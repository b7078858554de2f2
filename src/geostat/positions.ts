/** Mean Earth radius R₁ = (2a + b)/3 of WGS 84 (IUGG; Moritz 2000, J. Geodesy 74:128–133), km. */
export const EARTH_RADIUS_KM = 6371.0088;

const RAD = Math.PI / 180;

/**
 * Places on the sphere as points in space: Float64Array n × 3, km, row-major. Distances between them are chords,
 * for which every covariance valid in R³ is valid on the Earth (Gneiting 2013, Bernoulli 19:1327–1349).
 */
export function positionsOnSphereKm(lonDeg: Float64Array, latDeg: Float64Array): Float64Array {
  const out = new Float64Array(lonDeg.length * 3);
  for (let i = 0; i < lonDeg.length; i++) writePositionKm(lonDeg[i], latDeg[i], out, i * 3);
  return out;
}

export function writePositionKm(lonDeg: number, latDeg: number, out: Float64Array, offset: number): void {
  const cosLat = Math.cos(latDeg * RAD);
  out[offset] = EARTH_RADIUS_KM * cosLat * Math.cos(lonDeg * RAD);
  out[offset + 1] = EARTH_RADIUS_KM * cosLat * Math.sin(lonDeg * RAD);
  out[offset + 2] = EARTH_RADIUS_KM * Math.sin(latDeg * RAD);
}

/** Straight distance through the sphere, km. */
export function chordKm(lonA: number, latA: number, lonB: number, latB: number): number {
  const dLat = Math.sin(((latB - latA) * RAD) / 2);
  const dLon = Math.sin(((lonB - lonA) * RAD) / 2);
  const a = dLat * dLat + Math.cos(latA * RAD) * Math.cos(latB * RAD) * dLon * dLon;
  return 2 * EARTH_RADIUS_KM * Math.min(1, Math.sqrt(a));
}

/** Distance along the surface (haversine), km. */
export function greatCircleKm(lonA: number, latA: number, lonB: number, latB: number): number {
  return arcFromChordKm(chordKm(lonA, latA, lonB, latB));
}

export function arcFromChordKm(chord: number): number {
  return 2 * EARTH_RADIUS_KM * Math.asin(Math.min(1, chord / (2 * EARTH_RADIUS_KM)));
}

/**
 * How distance is measured between positions: straight (`euclidean`, also for planar data with a third
 * coordinate of 0), or along the sphere (`great-circle`; valid for the exponential and spherical families only).
 */
export type Metric = 'euclidean' | 'great-circle';

/** Distance between position i of `a` and position j of `b`, both n × 3. */
export function distanceKm(a: Float64Array, i: number, b: Float64Array, j: number, metric: Metric): number {
  const dx = a[3 * i] - b[3 * j];
  const dy = a[3 * i + 1] - b[3 * j + 1];
  const dz = a[3 * i + 2] - b[3 * j + 2];
  const straight = Math.sqrt(dx * dx + dy * dy + dz * dz);
  return metric === 'euclidean' ? straight : arcFromChordKm(straight);
}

=-=-=

### Work task:
Reproduce the listing above exactly as far as the line with "export function arcFromChordKm(chord: number): number", that line included.

### Exercise answer:
repository b7078858554de2f2
filename src/geostat/positions.ts
/** Mean Earth radius R₁ = (2a + b)/3 of WGS 84 (IUGG; Moritz 2000, J. Geodesy 74:128–133), km. */
export const EARTH_RADIUS_KM = 6371.0088;

const RAD = Math.PI / 180;

/**
 * Places on the sphere as points in space: Float64Array n × 3, km, row-major. Distances between them are chords,
 * for which every covariance valid in R³ is valid on the Earth (Gneiting 2013, Bernoulli 19:1327–1349).
 */
export function positionsOnSphereKm(lonDeg: Float64Array, latDeg: Float64Array): Float64Array {
  const out = new Float64Array(lonDeg.length * 3);
  for (let i = 0; i < lonDeg.length; i++) writePositionKm(lonDeg[i], latDeg[i], out, i * 3);
  return out;
}

export function writePositionKm(lonDeg: number, latDeg: number, out: Float64Array, offset: number): void {
  const cosLat = Math.cos(latDeg * RAD);
  out[offset] = EARTH_RADIUS_KM * cosLat * Math.cos(lonDeg * RAD);
  out[offset + 1] = EARTH_RADIUS_KM * cosLat * Math.sin(lonDeg * RAD);
  out[offset + 2] = EARTH_RADIUS_KM * Math.sin(latDeg * RAD);
}

/** Straight distance through the sphere, km. */
export function chordKm(lonA: number, latA: number, lonB: number, latB: number): number {
  const dLat = Math.sin(((latB - latA) * RAD) / 2);
  const dLon = Math.sin(((lonB - lonA) * RAD) / 2);
  const a = dLat * dLat + Math.cos(latA * RAD) * Math.cos(latB * RAD) * dLon * dLon;
  return 2 * EARTH_RADIUS_KM * Math.min(1, Math.sqrt(a));
}

/** Distance along the surface (haversine), km. */
export function greatCircleKm(lonA: number, latA: number, lonB: number, latB: number): number {
  return arcFromChordKm(chordKm(lonA, latA, lonB, latB));
}

export function arcFromChordKm(chord: number): number {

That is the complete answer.